> DATASET CONTENT
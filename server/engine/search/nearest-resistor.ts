import { firstNotBelow, type ResistorValues } from './resistor-values.ts';
import type { StockedResistor } from './shelf.ts';

/**
 * The resistor nearest to `idealOhms` by ratio among those that pass, or null. Ties within 1e-12 go to
 * the lower price, then to the lower id.
 */
export function nearestResistor(
  { ohms, parts }: Pick<ResistorValues, 'ohms' | 'parts'>,
  idealOhms: number,
  passes: (part: StockedResistor) => boolean,
): StockedResistor | null {
  const start = firstNotBelow(ohms, idealOhms);
  const first = (from: number, step: number): StockedResistor | null => {
    for (let k = from; k >= 0 && k < ohms.length; k += step) {
      const part = parts[k]!.find(passes);
      if (part) return part;
    }
    return null;
  };
  const below = first(start - 1, -1);
  const above = first(start, 1);
  if (below === null || above === null) return below ?? above;
  const nearer = Math.log(above.ohms / idealOhms) - Math.log(idealOhms / below.ohms);
  if (Math.abs(nearer) > 1e-12) return nearer > 0 ? below : above;
  return (below.priceMinor - above.priceMinor || below.id - above.id) < 0 ? below : above;
}
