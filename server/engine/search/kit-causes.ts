import { aimFrame } from './aim.ts';
import type { Candidate } from './candidate.ts';
import { rangeOf } from './density.ts';
import {
  conditionShifts,
  frameEffects,
  timingCoefficient,
  timingSensitivity,
  type Cause,
  type ConditionShift,
  type KitEffect,
} from './kit-effects.ts';
import { logDrift } from './head-corners.ts';
import { timingSpread } from './kit-yield.ts';
import type { PreparedShelf } from './prepared-shelf.ts';
import type { SearchBrief } from './shelf.ts';
import { steeredEffects, steeredShifts } from './steered-band.ts';
import { settingError } from './trimmed.ts';
import { tunedClassOf, tunedGrid } from './tuned-grid.ts';

export type SpreadCause = Cause | 'temperature' | 'supply';

/** How far one cause alone moves the rate, half from end to end, as a fraction. */
export interface CauseWidth {
  cause: SpreadCause;
  fraction: number;
}

/**
 * What makes a pack's kits differ and a kit wander, each cause alone, widest first. The sum exceeds
 * the guaranteed band's half a little, since not all causes pull the same way at once.
 */
export function spreadCauses(
  candidate: Candidate,
  brief: SearchBrief,
  shelf: PreparedShelf,
): CauseWidth[] {
  const { effects, shifts, timing } = causesOf(candidate, brief, shelf);
  const widths = new Map<SpreadCause, number>([
    ['timing', timing],
    ['temperature', widthOver(shifts, (a, b) => a.volts === b.volts)],
    ['supply', widthOver(shifts, (a, b) => a.celsius === b.celsius)],
  ]);
  for (const { cause, effect } of effects) {
    const [low, high] = rangeOf(effect);
    widths.set(cause, (widths.get(cause) ?? 0) + (high - low) / 2);
  }
  return [...widths]
    .map(([cause, fraction]): CauseWidth => ({ cause, fraction }))
    .filter(({ fraction }) => fraction > 1e-6)
    .sort((a, b) => b.fraction - a.fraction);
}

interface Causes {
  effects: readonly KitEffect[];
  shifts: readonly ConditionShift[];
  timing: number;
}

function causesOf(candidate: Candidate, brief: SearchBrief, shelf: PreparedShelf): Causes {
  const { frame, timing } = candidate;
  if (timing.kind === 'steered') {
    const own = { ...candidate, timing };
    return { effects: steeredEffects(own, brief), shifts: steeredShifts(own, brief), timing: 0 };
  }
  const power = -timingSensitivity(frame, timing.ohms);
  const plain = conditionShifts(frame, timing.ohms, brief);
  if (timing.kind === 'trimmed') {
    const spread = frame.capacitor.temperatureSpread;
    return {
      effects: [
        { cause: 'capacitor', effect: { kind: 'uniform', low: -spread, middle: 0, high: spread } },
      ],
      shifts: drifting(plain, timing.fixed.temperatureCoefficientPerKelvin, power),
      timing: settingError(timing.ohms, timing.trimmer),
    };
  }
  const effects = frameEffects(frame, aimFrame(frame, brief).ohms, brief);
  const shifts = drifting(plain, timingCoefficient(timing), power);
  const grid =
    brief.care === 'bench-tuned' ? tunedGrid(frame, tunedClassOf(timing), brief, shelf) : null;
  const [first, second] = timingSpread(timing, 0).halves;
  const width = grid === null ? power * (first + second) : power * grid.tolerance + grid.halfGap;
  return { effects, shifts, timing: width };
}

function drifting(
  shifts: readonly ConditionShift[],
  coefficientPerKelvin: number,
  power: number,
): ConditionShift[] {
  return shifts.map((each) => ({
    ...each,
    shift: each.shift - power * logDrift(coefficientPerKelvin, each.celsius),
  }));
}

/** Half the most that two conditions alike in one respect differ by. */
function widthOver(
  shifts: readonly ConditionShift[],
  alike: (a: ConditionShift, b: ConditionShift) => boolean,
): number {
  let widest = 0;
  for (const a of shifts) {
    for (const b of shifts) if (alike(a, b)) widest = Math.max(widest, a.shift - b.shift);
  }
  return widest / 2;
}
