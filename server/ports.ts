import type { Knex } from 'knex';
import type { BuildSheet } from './contracts/orders.ts';
import type { StockView } from './store/stock-view.ts';

/** What the use cases need of the outside world. Adapters implement these; tests may too. */

export interface Clock {
  now(): Date;
}

export interface CheckoutRequest {
  orderRef: string;
  email: string;
  lines: { name: string; amountMinor: number; quantity: number }[];
  successUrl: string;
  cancelUrl: string;
  expiresAt: Date;
  /** The same key asks for the same page, however often it is sent. */
  key: string;
}

export interface CheckoutState {
  status: 'open' | 'complete' | 'expired';
  paid: boolean;
  intentId: string | null;
  amountMinor: number;
  currency: string;
}

/** An event of the payment service, in the shop's own terms. */
export type PaymentEvent =
  | { kind: 'checkout-ended'; sessionId: string }
  | { kind: 'refunded'; intentId: string; refundedMinor: number; wholly: boolean }
  | { kind: 'other' };

export interface PaymentGateway {
  openCheckout(request: CheckoutRequest): Promise<{ sessionId: string; url: string }>;
  checkoutState(sessionId: string): Promise<CheckoutState>;
  /** Closes a payment page; harmless when it has ended already. */
  closeCheckout(sessionId: string): Promise<void>;
  refund(request: {
    intentId: string;
    amountMinor: number;
    key: string;
  }): Promise<{ refundId: string; succeeded: boolean }>;
  /** Checks the signature over the raw body; throws BadSignature when it does not hold. */
  readEvent(rawBody: Buffer, signature: string): { id: string; type: string; payload: unknown };
  /** What a kept event means. */
  interpret(event: { type: string; payload: unknown }): PaymentEvent;
}

/** The payment service refused or could not be reached; `message` says which. */
export class PaymentRefused extends Error {
  override name = 'PaymentRefused';
}

export class BadSignature extends Error {
  override name = 'BadSignature';
}

export interface MailSender {
  send(mail: {
    key: string;
    to: string;
    subject: string;
    text: string;
    html: string;
  }): Promise<void>;
}

/** Signs small texts so that only this shop can have made them. */
export interface Signer {
  /** Pack tokens: the choice of parts and the brief, readable by the shop alone as unaltered. */
  seal(payload: string): string;
  /** The payload, or null when the token was not sealed here. */
  open(token: string): string | null;
  /** A guest's key to one order. */
  orderToken(ref: string): string;
}

/** Puts documents on paper, as PDF. */
export interface Printer {
  buildSheet(sheet: BuildSheet): Promise<Buffer>;
}

export interface Deps {
  db: Knex;
  /** The shelves as they stand, kept in memory. What a transaction writes shows once it commits. */
  stockView: StockView;
  clock: Clock;
  payments: PaymentGateway;
  signer: Signer;
  printer: Printer;
  /** Where the shop is reached from outside, without a slash at the end. */
  publicUrl: string;
  demo: boolean;
  mailPageUrl: string | null;
}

> YOUR TASK
Please show the lines of the material that contain the string "candidate".

> FINISHED TASK
import type { Candidate } from './candidate.ts';
  candidate: Candidate,
  const { effects, shifts, timing } = causesOf(candidate, brief, shelf);
function causesOf(candidate: Candidate, brief: SearchBrief, shelf: PreparedShelf): Causes {
  const { frame, timing } = candidate;
    const own = { ...candidate, timing };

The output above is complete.